I'm curious as to why the following placeholder replacement for a right to left language (these are random Arabic characters) causes the formatted string to reverse all the words.
'{0} تكنولوجيا'.replace('{0}', 'هلهل')
=> "هلهل تكنولوجيا"
This behavior was observed in the latest Chrome, FF, and Safari. It keeps the word order the same in Node.
It doesn't. replace
does exactly what you asked it to do: Replaces the first three letters of that string with هلهل
; I'm going to make it four rather than three so the original and the replacement are the same length (makes it easier to see what's going on):
var before = '{00} تكنولوجيا';
var rep = 'هلهل';
var after = before.replace('{00}', rep);
console.log("before", before.split("").map(toCharCode).join(", "));
console.log("rep ", rep.split("").map(toCharCode).join(", "));
console.log("after ", after.split("").map(toCharCode).join(", "));
function toCharCode(c) {
var hex = c.charCodeAt(0).toString(16);
hex = "0000".substr(hex.length - 4) + hex;
return "U-" + hex;
}
Output:
before U-007b, U-0030, U-0030, U-007d, U-0020, U-062a, U-0643, U-0646, U-0648, U-0644, U-0648, U-062c, U-064a, U-0627 rep U-0647, U-0644, U-0647, U-0644 after U-0647, U-0644, U-0647, U-0644, U-0020, U-062a, U-0643, U-0646, U-0648, U-0644, U-0648, U-062c, U-064a, U-0627
Note that the replacement sequence (U-0647, U-0644, U-0647, U-0644) is now at the beginning of the string.
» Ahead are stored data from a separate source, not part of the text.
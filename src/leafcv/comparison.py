"""Reading and validating a comparison file (TOML, format 1).

`load_comparison` turns the file into a `Comparison`, collecting every problem it finds into one
`SpecError`. `check_against_data` adds the problems that can only be seen once the data are loaded
(a grouping with a single level, a trait that never varies). `describe` writes the summary printed
by ``leafcv check``.
"""
from __future__ import annotations

import difflib
import itertools
import math
import os
import re
import tomllib
from dataclasses import replace
from collections.abc import Callable, Sequence
from pathlib import Path
from typing import Any

import numpy as np
import pandas as pd

from .data.dataset import Dataset
from .data.roles import (
    CI_UNITS_KEY,
    OPTIONAL_ROLES,
    RENAMED_KEYS,
    REQUIRED_ROLES,
    VARIABLE_OF,
    renamed_key_problem,
    role,
)
from .errors import SpecError
from .spec import (
    CENTRING_CHOICES,
    CV_METHODS,
    ELECTRON_CHOICES,
    LIKELIHOOD_CHOICES,
    LINKS,
    SIGMA_CHOICES,
    TEMPERATURE_CHOICES,
    TRANSITION_CHOICES,
    ModelOptions,
    PARAMETERS,
    RATIO_PARAMETERS,
    Comparison,
    CVSpec,
    DataSpec,
    ParamSpec,
    SamplerSpec,
    Structure,
)

__all__ = ["FORMAT_VERSION", "load_comparison", "check_against_data", "describe"]

#: The newest comparison-file format this module reads; format 1 files are read too.
FORMAT_VERSION = 2
SUPPORTED_FORMATS: tuple[int, ...] = (1, 2)

TOP_KEYS: tuple[str, ...] = ("format", "data", "sampler", "cv", "model", "priors", "structure", "grid")
#: Keys that format 2 added (a format-1 file using them is told to say format = 2).
FORMAT2_TOP_KEYS: tuple[str, ...] = ("model", "priors", "grid")
FORMAT2_PARAM_KEYS: tuple[str, ...] = ("slopes", "split")
FORMAT2_STRUCTURE_KEYS: tuple[str, ...] = ("model", "priors", "leaf_correlation", "lkj_eta")
STRUCTURE_KEYS: tuple[str, ...] = ("name", *FORMAT2_STRUCTURE_KEYS)
MODEL_KEYS: tuple[str, ...] = ("tpu", "likelihood", "sigma", "transition", "smooth_curvature", "electron",
                               "temperature")
#: [priors] keys: intercepts on the natural scale, then the scales of the other priors.
PRIOR_INTERCEPT_KEYS: tuple[str, ...] = (*PARAMETERS, "tpu25", "jmax25_ratio", "rd25_ratio")
#: [priors] scale key -> the PriorSet field it sets
PRIOR_SCALE_FIELDS: dict[str, str] = {"slope_sd_log": "slope_sd_log", "slope_sd_logit": "slope_sd_logit",
                                      "level_sd": "level_sd", "group_sd": "group_sd_scale",
                                      "leaf_sd": "leaf_sd_scale", "sigma_sd": "sigma_scale"}
PRIOR_KEYS: tuple[str, ...] = (*PRIOR_INTERCEPT_KEYS, *PRIOR_SCALE_FIELDS, "nu")
GRID_KEYS: tuple[str, ...] = ("name", "base", "leaf_effects", "choices")
DATA_KEYS: tuple[str, ...] = ("file", "columns", "units", "leaf")
UNITS_KEYS: tuple[str, ...] = (CI_UNITS_KEY, "pressure_kpa")
CI_UNITS: tuple[str, ...] = ("umol/mol", "Pa")
LEAF_KEYS: tuple[str, ...] = ("groups", "traits", "centre", "scale")
SAMPLER_KEYS: tuple[str, ...] = ("chains", "warmup", "draws", "seed", "adapt_delta", "max_treedepth")
CV_KEYS: tuple[str, ...] = ("by", "method", "folds")
PARAM_KEYS: tuple[str, ...] = ("fixed", "random", "ratio_to", "centring", "slopes", "split")
#: The term naming the leaf id in ``random`` (and the default ``cv.by``).
LEAF_TERM = "leaf"
#: The only parameter jmax25 and rd25 can be tied to.
RATIO_TARGET = "vcmax25"
#: Stan's seeds are unsigned 32-bit integers.
MAX_SEED = 2**32 - 1
MAX_TREEDEPTH_LIMIT = 20
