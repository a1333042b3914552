"""Real fits of the generic program (leafcv.fitting.fit_structure, PyStan).

Short fits on the quick demo scenario: the generating values are recovered, the fit report names
parameters, priors and verdict, a second structure compiles nothing, and a repeated seed gives the same
draws.

Every model option and term fitted on a small case simulated with it, checked by a property that fails
when the option is ignored. Each case is simulated by leafcv.fvcb (itself checked against the worked
example of REFERENCES.md) with the option on; where a property needs a contrast, the same data are also
fitted with the option off. The Student-t likelihood and the within/between split are fitted on the
quick demo changed to need them (outliers; taxa whose mean N runs against the within-taxon slope).
"""
from __future__ import annotations

import shutil
from pathlib import Path

import numpy as np
import pandas as pd
import pytest

from leafcv import fvcb
from leafcv.api import load
from leafcv.cv.leafmodel import flatten_draws
from leafcv.demo import GEN, N_CENTRE, write_demo
from leafcv.design import leaf_link_values, level_values
from leafcv.fitting import fit_structure, format_fit
from leafcv.inits import fit_leaves
from leafcv.spec import SamplerSpec
from ..helpers import pooled_structure

ROOT = Path(__file__).resolve().parents[2]


# ------------------------------------------------------------------------------------------
# short fits on the quick demo

@pytest.fixture(scope="module")
def leaf_fits(quick_demo):
    return fit_leaves(quick_demo[1])


@pytest.fixture(scope="module")
def generating_fit(quick_demo, leaf_fits):
    comparison, dataset, _ = quick_demo
    return fit_structure(comparison.structure("traits-month-fixed"), dataset, comparison.data,
                         comparison.sampler, leaf_fits=leaf_fits)


def _interval(fit, name, index, transform=lambda x: x, level=0.90):
    x = transform(fit.draws.params[name][..., index].reshape(-1))
    lo, hi = np.quantile(x, [(1 - level) / 2, (1 + level) / 2])
    return lo, hi


def test_recovers_generating_vcmax25_and_n_slope(generating_fit, quick_demo):
    # The demo simulates log Vcmax25 = log(55) + 0.35 (N - 2) + ...; traits are centred at N_CENTRE = 2
    # in the comparison file, so b0[1] estimates log(GEN['vcmax25_ref']) and beta[1] the N slope.
    comparison = quick_demo[0]
    assert comparison.data.centre["n_area"] == N_CENTRE
    fit = generating_fit
    assert fit.design.coefficients[0].term == "n_area"
    lo, hi = _interval(fit, "b0", 0, np.exp)
    assert lo < GEN["vcmax25_ref"] < hi, (lo, hi)
    lo, hi = _interval(fit, "beta", 0)
    assert lo < GEN["n_slope"] < hi, (lo, hi)
    assert fit.diagnostics.divergences == 0
    assert fit.diagnostics.max_rhat < 1.05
What you're seeing is the way the string is displayed. Because contiguous spans of RTL characters are displayed right-to-left, and you now have a single span of RTL which is shown in that way: The replacement is at the beginning (the far right) and the text continues to the left. Before, you had a mis of LTR and RTL, which was shown with the LTR (shown from left to right) followed by the RTL (shown from right to left).